Collected data entries
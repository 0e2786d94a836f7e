/** Worksheets over HTTP: the starter worksheets, and evaluation of any worksheet with given values. */
import { Router } from 'express';
import { z } from 'zod';
import { computeFor } from '../compute/pool';
import { quantityTextSchema, worksheetSchema } from '../../shared/worksheet/schema';
import { HttpError } from '../http/errors';
import { validate } from '../http/validate';
import type { Allow } from '../policies';
import { starterWorksheets } from '../services/worksheets';
import type { ComputeRouteDeps } from './checks';

export const evaluateRequestSchema = z
  .object({
    worksheet: worksheetSchema,
    values: z.record(z.string().max(40), quantityTextSchema).default({}),
  })
  .strict();

export function worksheetRoutes(allow: Allow, { compute, limit }: ComputeRouteDeps): Router {
  const r = Router();

  r.get('/worksheets', allow('worksheets.list'), (_req, res) => {
    res.json({
      worksheets: [...starterWorksheets().values()].map(({ name, title, summary }) => ({ name, title, summary: summary ?? '' })),
    });
  });

  r.get('/worksheets/:name', allow('worksheets.read'), (req, res) => {
    const ws = starterWorksheets().get(req.params.name);
    if (!ws) throw new HttpError(404, 'unknown_worksheet', `There is no starter worksheet "${req.params.name}".`);
    res.json({ worksheet: ws });
  });

  r.post('/worksheets/evaluate', allow('worksheets.evaluate'), limit, async (req, res) => {
    const { worksheet, values } = validate(evaluateRequestSchema, req.body ?? {}, 'body');
    // In a worker thread, with a hard time limit: a legal worksheet can take many seconds.
    res.json(await computeFor(res, compute, { kind: 'worksheet', worksheet, values }));
  });
  return r;
}
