/**
 * Sightings, corrections and the moderators' queue over HTTP (issue 7; contract in
 * shared/submissions/types.ts). A sighting is multipart/form-data: its files are streamed to
 * temporary files and hashed as they arrive; its text fields are checked first, then each file's
 * type by its content, then the files are copied into the store and the row written in one
 * transaction (the stored files are removed again if that fails); the temporary files are removed
 * before the answer, whatever it is.
 */
import { Router, type Request, type RequestHandler } from 'express';
import { z } from 'zod';
import { slugSchema } from '../../shared/entries/schema';
import { HttpError } from '../http/errors';
import { validate } from '../http/validate';
import type { Allow } from '../policies';
import type { ObjectStore } from '../storage';
import { acceptFiles, discardUploads, inspectFiles, storeFiles, uploadedFiles } from '../uploads/attachments';
import {
  answerSchema,
  correctionSchema,
  decideSchema,
  queueQuerySchema,
  readClaimedFigures,
  sightingSchema,
  type Submissions,
} from '../services/submissions';

const idParams = z.object({ id: z.coerce.number().int().min(1, 'a submission number').max(4_000_000_000) });
const slugParams = z.object({ slug: slugSchema });

/** The text fields of a multipart sighting, as the schema wants them (figures arrive as JSON text). */
function sightingFields(body: Record<string, unknown> | undefined): unknown {
  const b = { ...(body ?? {}) };
  if (typeof b.figures === 'string') {
    try {
      b.figures = b.figures.trim() ? JSON.parse(b.figures) : [];
    } catch {
      throw new HttpError(400, 'validation_failed', 'Check body.figures: it must be a JSON list of {kind, quantity, label}.', { 'body.figures': 'not valid JSON' });
    }
  }
  return b;
}

export interface SubmissionRouteDeps {
  allow: Allow;
  submissions: Submissions;
  store: ObjectStore;
  origin: (req: Request) => string;
  limits: { submitAccount: RequestHandler; submitAddress: RequestHandler };
}

export function submissionRoutes({ allow, submissions, store, origin, limits }: SubmissionRouteDeps): Router {
  const r = Router();
  const verified: RequestHandler = (req, _res, next) => {
    if (!req.user!.emailVerifiedAt) return next(new HttpError(403, 'email_unverified', 'Confirm your e-mail address first (see the message we sent you); then you can report sightings.'));
    next();
  };

  r.post('/sightings', allow('submissions.sighting'), verified, limits.submitAddress, limits.submitAccount, acceptFiles(), async (req, res) => {
    let submission;
    try {
      const input = validate(sightingSchema, sightingFields(req.body), 'body');
      const figures = readClaimedFigures(input.figures);
      const inspected = await inspectFiles(uploadedFiles(req));
      const stored = await storeFiles(store, inspected);
      submission = await submissions.createSighting(req.user!, input, figures, stored, origin(req));
    } finally {
      await discardUploads(req);
    }
    res.status(201).json({ submission });
  });

  r.post('/corrections', allow('submissions.correction'), limits.submitAddress, limits.submitAccount, async (req, res) => {
    const input = validate(correctionSchema, req.body ?? {}, 'body');
    res.status(201).json({ submission: await submissions.createCorrection(req.user!, input, origin(req)) });
  });

  r.get('/submissions/mine', allow('submissions.mine'), async (req, res) => {
    res.json({ items: await submissions.mine(req.user!) });
  });

  r.get('/submissions/:id', allow('submissions.read'), async (req, res) => {
    const { id } = validate(idParams, req.params, 'params');
    res.set('Cache-Control', 'private, no-store');
    res.json({ submission: await submissions.read(req.user!, id) });
  });

  r.post('/submissions/:id/answer', allow('submissions.answer'), async (req, res) => {
    const { id } = validate(idParams, req.params, 'params');
    const { message } = validate(answerSchema, req.body ?? {}, 'body');
    res.json({ submission: await submissions.answer(req.user!, id, message, origin(req)) });
  });

  r.get('/attachments/:id', allow('attachments.read'), async (req, res) => {
    const { id } = validate(idParams, req.params, 'params');
    const { row, body } = await submissions.attachment(req.user!, id);
    const ascii = row.name.replace(/[^\x20-\x7e]/g, '_').replace(/["\\]/g, '_');
    res.set({
      'Content-Type': row.mediaType,
      'Content-Length': String(row.size),
      'Content-Disposition': `attachment; filename="${ascii}"; filename*=UTF-8''${encodeURIComponent(row.name)}`,
      'X-Content-Type-Options': 'nosniff',
      'Content-Security-Policy': "default-src 'none'; sandbox",
      'Cache-Control': 'private, no-store',
    });
    await new Promise<void>((resolve, reject) => {
      body.on('error', reject);
      res.on('finish', resolve);
      res.on('close', resolve);
      body.pipe(res);
    });
  });

  r.get('/queue', allow('queue.list'), async (req, res) => {
    const q = validate(queueQuerySchema, req.query, 'query');
    res.json(await submissions.queue(req.user!, q));
  });

  r.get('/queue/editors', allow('queue.editors'), async (_req, res) => {
    res.json({ editors: await submissions.editors() });
  });

  r.post('/submissions/:id/claim', allow('queue.claim'), async (req, res) => {
    const { id } = validate(idParams, req.params, 'params');
    res.json({ submission: await submissions.claim(req.user!, id) });
  });

  r.post('/submissions/:id/release', allow('queue.release'), async (req, res) => {
    const { id } = validate(idParams, req.params, 'params');
    res.json({ submission: await submissions.release(req.user!, id) });
  });

  r.post('/submissions/:id/decide', allow('queue.decide'), async (req, res) => {
    const { id } = validate(idParams, req.params, 'params');
    const input = validate(decideSchema, req.body ?? {}, 'body');
    res.json({ submission: await submissions.decide(req.user!, id, input, origin(req)) });
  });

  r.get('/entries/:slug/sightings', allow('entries.sightings'), async (req, res) => {
    const { slug } = validate(slugParams, req.params, 'params');
    res.json({ sightings: await submissions.entrySightings(slug) });
  });

  r.get('/desk/corrections', allow('desk.corrections'), async (req, res) => {
    res.json({ items: await submissions.deskCorrections(req.user!) });
  });

  return r;
}
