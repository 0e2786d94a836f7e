/**
 * The claim check over HTTP (issue 6, item 4): POST /api/claim-checks runs it (anyone; a pure
 * computation over the published library), and signed-in readers save a check and share it by an
 * unguessable link; only the owner deletes it.
 */
import { Router, type Request, type RequestHandler } from 'express';
import { z } from 'zod';
import { validate } from '../http/validate';
import type { Allow } from '../policies';
import { readClaimCheckBody, type ClaimChecks } from '../services/claim-checks';

const tokenParams = z.object({ token: z.string().regex(/^[A-Za-z0-9_-]{16,64}$/, 'a saved-check token from a share link') });

/** `limit`: the per-address limit on claim checks (run or saved: each reads, searches and computes). */
export function claimCheckRoutes(allow: Allow, claims: ClaimChecks, origin: (req: Request) => string, limit: RequestHandler): Router {
  const r = Router();

  r.post('/claim-checks', allow('claimChecks.run'), limit, async (req, res) => {
    res.json(await claims.run(readClaimCheckBody(req.body), origin(req), res));
  });

  r.post('/claim-checks/saved', allow('claimChecks.save'), limit, async (req, res) => {
    res.status(201).json({ saved: await claims.save(req.user!, readClaimCheckBody(req.body), origin(req), res) });
  });

  r.get('/claim-checks/saved', allow('claimChecks.listMine'), async (req, res) => {
    res.json({ saved: await claims.listMine(req.user!, origin(req)) });
  });

  r.get('/claim-checks/saved/:token', allow('claimChecks.read'), async (req, res) => {
    const { token } = validate(tokenParams, req.params, 'params');
    // A shared link is for those who hold it: not for search engines or shared caches.
    res.set('Cache-Control', 'private, no-store').set('X-Robots-Tag', 'noindex');
    res.json({ saved: await claims.read(token, req.user, origin(req)) });
  });

  r.delete('/claim-checks/saved/:token', allow('claimChecks.delete'), async (req, res) => {
    const { token } = validate(tokenParams, req.params, 'params');
    await claims.delete(req.user!, token);
    res.status(204).end();
  });

  return r;
}
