/** Derived figures, inserted after the figures they come from (see the file's comment). */
/**
 * Figures said of something the claim is compared with ("For comparison, conventional designs reach
 * about 35 % efficiency.", "A typical household kettle, by comparison, draws 2 kW.", "45 %, against
 * 35 % for conventional engines"): set aside before the relations are read, so that no check and no
 * derived figure uses them.
 */
function relate(text: string, drafts: Draft[]): void {
  const compared = drafts.filter((d) => d.role !== 'aside' && saidInComparison(text, d));
  if (compared.length === 0) return relateFigures(text, drafts);
  const rest = drafts.filter((d) => !compared.includes(d));
  relateFigures(text, rest);
  drafts.length = 0;
  drafts.push(...rest);
  for (const d of compared) {
    d.role = 'aside';
    const at = drafts.findIndex((x) => x.start > d.start);
    if (at < 0) drafts.push(d);
    else drafts.splice(at, 0, d);
  }
}
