describe('texts that say no propellant in other words, or leave out the thrust (invented test data)', () => {
  const planned = (text: string) => {
    const { checks, needs } = runClaimChecks(extractFigures(text), { text });
    return { checks: checks.map((c) => [c.check, c.finding]), needs: needs.map((x) => [x.check, x.missing]) };
  };
  it('"no mass was expelled", "independent of any reaction mass", "does not use any propellant" bring the photon bound', () => {
    for (const text of [
      'A thrust of 2.4e-3 N was measured at an input power of 500 W. No mass was expelled during the run.',
      'The drive gives 2 mN from 100 W, independent of any reaction mass.',
      'The thruster does not use any propellant and gives 2 mN from 100 W.',
    ]) {
      expect(planned(text).checks).toContainEqual(['photon-bound', 'breaks']);
    }
  });
  it('"no rotor blades" denies a propulsor; a thrust "held in hard vacuum" by an air-pusher is propellant-free; a thrust with no power asks for it', () => {
    for (const text of [
      'Our spinning-mass drive lifts itself with 1.5 N. It carries no propellant and no rotor blades, and weighs 300 g.',
      'The asymmetric capacitor lifter keeps 4 mN steady in high vacuum for a whole afternoon, so no ion wind explains it.',
    ]) {
      expect(planned(text).needs).toContainEqual(['photon-bound', ['the input power']]);
    }
    // A drone's rotors still push air.
    expect(readSignals({ text: 'The drone lifts 2 kg with its four rotors.' })).toMatchObject({ propellant: true });
  });
  it('"no gas, no ions leaving the jar" is propellant-free, and a drive set "far ahead of any ion engine" names no propellant of its own', () => {
    // 2 mN from 25 W: 2e-3 × c / 25 = 2.4e4 times the photon bound P/c.
    const text = 'The stacked capacitor rig showed 2 mN on the balance at 25 W input, far ahead of any ion engine. No gas, no ions leaving the chamber.';
    expect(planned(text).checks).toContainEqual(['photon-bound', 'breaks']);
  });
  it('"lifts a weight of 250 g" with no support is a thrust of its weight; "1,5 billions km/h" is a speed', () => {
    // 0.25 kg × 9.80665 m/s² = 2.45 N (g0, SI Brochure 9th ed.); 60 W / c = 2e-7 N.
    expect(planned('The antigravity disc lifts a weight of 250 g with 40 W of electric power.').checks).toContainEqual(['photon-bound', 'breaks']);
    // 1.5e9 km/h = 4.17e8 m/s > c = 299 792 458 m/s (SI Brochure, 9th ed.).
    expect(planned('The new drive will carry the probe at 1,5 billions km/h.').checks).toContainEqual(['light-speed', 'breaks']);
  });
  it('"311 s vacuum Isp" is a specific impulse', () => {
    // Tsiolkovsky (NASA Glenn, "Ideal Rocket Equation"): 311 × 9.80665 × ln(5400/1150) = 4716 m/s ≥ 4.5 km/s.
    const text = 'Our upper stage does 4.5 km/s: 5,400 kg fuelled, 1,150 kg dry, 311 s vacuum Isp.';
    expect(planned(text).checks).toContainEqual(['rocket-equation', 'consistent']);
  });
  it('"1.8 litres of gas a minute" is a gas flow', () => {
    const f = extractFigures('The dry cell under the bonnet gives 1.5 litres of gas a minute from tap water at 25 A.');
    // 1 L/min = 1e-3 m³ / 60 s = 1.6667e-5 m³/s (SI Brochure, 9th ed., Table 8: 1 L = 1 dm³).
    expect(f.find((x) => x.kind === 'gas-flow')?.si).toBeCloseTo((1.5 * 1e-3) / 60, 12);
  });
  it('"without throwing anything out", "no tether": the claim is propellant-free though other drives\' propellant is named', () => {
    // 0.4 N/kW = 4e-4 N/W; × c = 1.2e5 times the photon bound.
    const text =
      'A startup says its gyroscope drive will replace rocket engines. It produces 0.4 newtons of thrust for every kilowatt of electricity, without throwing anything out of the back. "Ion engines are lovely, but they have to carry their propellant," the inventor says.';
    expect(planned(text).checks).toContainEqual(['photon-bound', 'breaks']);
    // A mass inside the device that it pushes on is no reaction mass thrown out (0.8 mN ≫ 150 W / c = 0.5 µN).
    const stack = 'A piezo stack driven with 150 W pushes and pulls on a brass reaction mass, giving a steady thrust of 0.8 mN with no propellant.';
    expect(planned(stack).checks).toContainEqual(['photon-bound', 'breaks']);
    const cart = 'The cart gives a steady push of 0.9 N from a 200 W motor swinging two weights; nothing leaves the cart. Try it floating freely, no tether, and see if it accelerates.';
    expect(planned(cart).checks).toContainEqual(['photon-bound', 'breaks']);
  });
  it('a list said not to be there counts whole; a tether the device is weighed on pushes nothing; an electrodynamic tether does', () => {
    // 0.9 N from 1.1 kW: 0.9 / (1100 / c) ≈ 2.5 × 10⁵ times the photon bound.
    const list = 'Our sealed drive gives 0.9 N of thrust from 1.1 kW. There is no exhaust, propeller or reaction mass: eccentric masses shuttle inside the housing.';
    expect(planned(list).checks).toContainEqual(['photon-bound', 'breaks']);
    const gauge = 'Trial note: 400 W from the cart\'s own batteries, and the force gauge on the tether read 12 N throughout. Nothing leaves the cart.';
    expect(planned(gauge).checks).toContainEqual(['photon-bound', 'breaks']);
    // A conducting tether pushes on the planet's magnetic field: no photon bound for it.
    const tether = 'An electrodynamic tether drives 1.5 A along a 5 km tape and gives 0.2 N from 1 kW, with no propellant.';
    expect(planned(tether).checks.map((c) => c[0])).not.toContain('photon-bound');
  });
  it('an asymmetric capacitor said to push in vacuum ("held below 10⁻⁵ mbar", "in the vacuum chamber … still produced", "pumped to \'near vacuum\'") is held to the photon bound', () => {
    // 22 µN/W × c ≈ 6.6 × 10³ times the photon bound.
    const held = 'In the vacuum chamber, held below 1 × 10⁻⁵ mbar, the asymmetric capacitor stack, charged to 30 kV by a supply drawing 60 W, produced a sustained 22 µN per watt of input.';
    expect(planned(held).checks).toContainEqual(['photon-bound', 'breaks']);
    const still = 'In the vacuum chamber (10-5 mbar) the asymmetric capacitor still produced 1.1 mN at 80 W, showing that the force is not ion wind but a field effect.';
    expect(planned(still).checks).toContainEqual(['photon-bound', 'breaks']);
    const jar = "The same lifter, still at 30 kV and 0.4 mA, under a bell jar pumped to 'near vacuum': the student reports 50 mN of lift still there.";
    expect(planned(jar).checks).toContainEqual(['photon-bound', 'breaks']);
    // In open air it is an ion-wind device: no photon bound.
    expect(planned('The asymmetric capacitor lifter produced 1.1 mN at 80 W in room air.').checks.map((c) => c[0])).not.toContain('photon-bound');
  });
  it('a run in a chamber pumped to a low pressure is in vacuum; an agenda line or a list of artefacts to rule out names no propellant of the claim', () => {
    // 85 µN ≫ P/c = 15 W / c = 5.0e-8 N.
    const vac =
      'In air the familiar ion wind explains everything. They now report 85 µN from the capacitor at 15 W of input in a chamber pumped to 2 × 10⁻⁵ mbar, and state that nothing leaves the electrodes. They must exclude field emission, which does eject mass.';
    expect(planned(vac).checks).toContainEqual(['photon-bound', 'breaks']);
    // 0.44 µN < P/c = 200 W / c = 0.67 µN: consistent, with the photon bound run.
    const lecture = 'Not all propellant-free forces are exotic: a probe radiating 200 W of waste heat recoils with about 0.44 µN.\nNext lecture: solar radiation pressure, where reflection can give up to twice P/c.';
    expect(planned(lecture).checks).toContainEqual(['photon-bound', 'consistent']);
  });

  it('an electrospray thruster emitting droplets carries propellant, whatever class the matcher names', () => {
    const text = 'Electrospray thrusters of this design manage 50–70 µN/W while emitting droplets of ionic liquid.';
    const { checks } = runClaimChecks(extractFigures(text), { text, classes: ['propellant-free-thrust'] });
    expect(checks.filter((c) => c.finding === 'breaks')).toEqual([]);
  });
  it('a propellant-free thruster with a power and no thrust figure needs the thrust', () => {
    expect(planned('Without any propellant, our thruster turns 3 kW of electricity into steady thrust.').needs).toContainEqual(['photon-bound', ['the thrust measured']]);
  });
  it('a self-running machine with no figure needs its output; a named Shockley–Queisser limit with no efficiency needs the efficiency', () => {
    expect(planned('The weighted wheel is self-running and has turned for three weeks, its builder says; no output figure is given.').needs.map(([c]) => c)).toEqual(['first-law']);
    expect(planned("The cell 'breaks the Shockley–Queisser limit' under one sun, the release says, but quotes no efficiency.").needs.map(([c]) => c)).toEqual(['light-converter-limits']);
  });
  it('a rated motor power is not run over a charging time: no false alarm against the pack', () => {
    const r = planned('The electric van has a 75 kWh pack and a 150 kW motor, and charges to 80 % in 40 minutes.');
    expect(r.checks.filter(([, finding]) => finding === 'breaks')).toEqual([]);
  });
});
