describe('efficiency and COP', () => {
  test.each([
    ['an efficiency of 45%', '45%', 0.45],
    ['an efficiency of 45 percent', '45 percent', 0.45],
    ['it is 45 % efficient', '45 %', 0.45],
    ['a 45%-efficient engine', '45%', 0.45],
    ['a 45% conversion efficiency', '45%', 0.45],
    ['the efficiency of the engine is 120 %', '120 %', 1.2],
    ['an efficiency of 0.62', '0.62', 0.62],
    ['efficiency η = 0.3', '0.3', 0.3],
  ])('"%s" (invented test data)', (phrase, written, si) => {
    const text = `The Helix-7 engine: ${phrase}.`;
    const f = only(text);
    expect(f).toMatchObject({ kind: 'efficiency', text: written, unit: '', role: null });
    expect(f.start).toBe(text.lastIndexOf(written));
    expectRelClose(f.si, si, EXACT); // a percentage is a hundredth (SI Brochure §5.4.7)
  });

  test.each([
    ['The QZ-4 heat pump has a COP of 7.', '7', 7, 'heating'],
    ['Its coefficient of performance 5.5 beats any heater.', '5.5', 5.5, 'heating'],
    ['The chiller runs at COP 4.', '4', 4, 'cooling'],
    ['In refrigeration mode the COP is 3.2.', '3.2', 3.2, 'cooling'],
    ['A COP of 9 is claimed for the module.', '9', 9, null],
  ])('"%s" (invented test data)', (text, written, si, role) => {
    const f = only(text);
    expect(f).toMatchObject({ kind: 'cop', text: written, quantity: written, role });
    expect(f.si).toBe(si); // a pure number, as written
  });

  test('an efficiency range (40–50 %) is one efficiency with an upper end', () => {
    const text = 'An efficiency of 40–50% is claimed (invented test data).';
    const f = only(text);
    expect([f.kind, f.text, f.si, f.upper?.si]).toEqual(['efficiency', '40–50%', 0.4, 0.5]);
  });
});
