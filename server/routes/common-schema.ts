/**
 * Request pieces many resources share, defined once: numeric ids in the path, entry slugs in the
 * path, and limit/offset paging. Each resource's own schemas live in its folder's schema.ts.
 */
import { z } from 'zod';
import { slugSchema } from '../../shared/entries/schema';
import { paging } from '../../shared/schemas/paging';

export { paging };

/** Largest id of an INT UNSIGNED column. */
export const MAX_UINT = 4_294_967_295;

/**
 * `:id` in the path: a positive whole number, at most `max`. `message` says what the number is
 * ("a draft id (a positive whole number)"); `everywhere` repeats it for a missing or too large id.
 */
export function idParams(message: string, { max = MAX_UINT, everywhere = false }: { max?: number; everywhere?: boolean } = {}) {
  const id = everywhere
    ? z.coerce.number({ error: message }).int().min(1, message).max(max, message)
    : z.coerce.number().int().min(1, message).max(max);
  return z.object({
    /** The record's number. */
    id,
  });
}

/** `:slug` in the path: an entry's permalink name. */
export const slugParams = z.object({
  /** The entry's slug (lower-case words joined by hyphens). */
  slug: slugSchema,
});

/** A text field a person types, trimmed, with its length limits; `what` says what is missing. */
export const text = (min: number, max: number, what: string) =>
  z.string({ error: what }).trim().min(min, min > 1 ? `at least ${min} characters` : what).max(max, `at most ${max} characters`);
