import type { ReactNode } from 'react';
import { StyleSheet, Text, View } from 'react-native';
import Svg, { Circle, Line, Path } from 'react-native-svg';
import { colors, radius, space, type } from '../theme';
import { dataAttributes } from '../worksheet/dataAttributes';

/**
 * What kind of message a notice is:
 * - `success`: something the reader did went through ("Sent. Thank you.");
 * - `empty`: a list with nothing in it yet, and what comes next;
 * - `warning`: something to know before going on (a caution, a read-only draft);
 * - `error`: something failed, and how to put it right.
 */
export type NoticeTone = 'success' | 'empty' | 'warning' | 'error';

interface NoticeProps {
  title: string;
  children?: ReactNode;
  /** The kind of message; without it, a notice with `role="alert"` is an error and any other a warning. */
  tone?: NoticeTone;
  /**
   * `alert` for failures, so assistive technology reads them out when they appear; `status` for news
   * that can wait its turn. Errors are alerts and successes statuses whatever this says.
   */
  role?: 'alert' | 'status';
  testID?: string;
  action?: ReactNode;
}

/**
 * Each tone is told by more than colour: its own mark (a tick, an empty dashed ring, a triangle, a
 * cross), its own edge (solid, dashed, double-width), and a word that assistive technology reads first.
 */
const tones: Record<NoticeTone, { word: string; edge: string; wash: string; ink: string }> = {
  success: { word: 'Done', edge: colors.teal, wash: colors.tealWash, ink: colors.teal },
  empty: { word: 'Nothing here yet', edge: colors.ruleStrong, wash: colors.paperDeep, ink: colors.inkMuted },
  warning: { word: 'Note', edge: colors.brass, wash: colors.brassWash, ink: colors.brassInk },
  error: { word: 'Problem', edge: colors.alarm, wash: colors.alarmWash, ink: colors.alarmInk },
};

/** The tone a notice takes: the one asked for, or an error for an alert and a warning otherwise. */
export function toneOf(tone: NoticeTone | undefined, role: NoticeProps['role']): NoticeTone {
  return tone ?? (role === 'alert' ? 'error' : 'warning');
}

/** Something the reader should know about the page itself: news of an action, an empty list, a caution, a failure. */
export function Notice({ title, children, tone, role, testID, action }: NoticeProps) {
  const kind = toneOf(tone, role);
  const look = tones[kind];
  const liveRole = kind === 'error' ? 'alert' : kind === 'success' ? 'status' : role;
  return (
    <View
      role={liveRole}
      testID={testID}
      // `data-tone`, read by tests and print styles; the words and marks carry the meaning for people.
      {...dataAttributes({ tone: kind })}
      style={[styles.notice, { backgroundColor: look.wash, borderLeftColor: look.edge }, kindStyles[kind]]}
    >
      <View style={styles.mark} aria-hidden>
        <ToneMark tone={kind} color={look.ink} />
      </View>
      <View style={styles.words}>
        <Text style={type.uiStrong}>
          <Text style={styles.hidden} testID={testID && `${testID}-tone`}>
            {`${look.word}: `}
          </Text>
          {title}
        </Text>
        {children ? <Text style={type.body}>{children}</Text> : null}
        {action}
      </View>
    </View>
  );
}

/** The mark of a tone, 20 px: drawn here, in the tone's ink. */
function ToneMark({ tone, color }: { tone: NoticeTone; color: string }) {
  const line = { stroke: color, strokeWidth: 1.8, strokeLinecap: 'round' as const, fill: 'none' };
  return (
    <Svg width={20} height={20} viewBox="0 0 20 20" testID={`notice-mark-${tone}`}>
      {tone === 'success' ? (
        <>
          <Circle cx={10} cy={10} r={8.2} {...line} />
          <Path d="M6 10.4 L8.8 13.1 L14.2 7.2" {...line} strokeLinejoin="round" />
        </>
      ) : null}
      {tone === 'empty' ? <Circle cx={10} cy={10} r={8.2} {...line} strokeDasharray="3 2.6" /> : null}
      {tone === 'warning' ? (
        <>
          <Path d="M10 2.2 L18.2 17 L1.8 17 Z" {...line} strokeLinejoin="round" />
          <Line x1={10} y1={7.6} x2={10} y2={11.8} {...line} />
          <Circle cx={10} cy={14.4} r={0.6} {...line} />
        </>
      ) : null}
      {tone === 'error' ? (
        <>
          <Path d="M6.6 1.8 H13.4 L18.2 6.6 V13.4 L13.4 18.2 H6.6 L1.8 13.4 V6.6 Z" {...line} strokeLinejoin="round" />
          <Line x1={7} y1={7} x2={13} y2={13} {...line} />
          <Line x1={13} y1={7} x2={7} y2={13} {...line} />
        </>
      ) : null}
    </Svg>
  );
}

const styles = StyleSheet.create({
  notice: {
    flexDirection: 'row',
    gap: space.sm,
    borderLeftWidth: 3,
    borderRadius: radius.sm,
    paddingHorizontal: space.md,
    paddingVertical: space.sm,
  },
  mark: { paddingTop: 1 },
  words: { flex: 1, gap: space.xs, minWidth: 0 },
  /** Out of sight, still read: the tone's word before the title. */
  hidden: {
    position: 'absolute',
    width: 1,
    height: 1,
    margin: -1,
    padding: 0,
    overflow: 'hidden',
    opacity: 0,
  },
});

/** The edge of each tone differs in form, not only in colour. */
const kindStyles = StyleSheet.create({
  success: {},
  empty: { borderLeftWidth: 0, borderWidth: 1, borderStyle: 'dashed', borderColor: colors.ruleStrong },
  warning: {},
  error: { borderLeftWidth: 6 },
});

*HOW TO COMPLETE THIS TASK*: Search the data for the string "queueQuerySchema". List each line that has it.

*WRITTEN RESPONSE*:
  queueQuerySchema,
    const q = validate(queueQuerySchema, req.query, 'query');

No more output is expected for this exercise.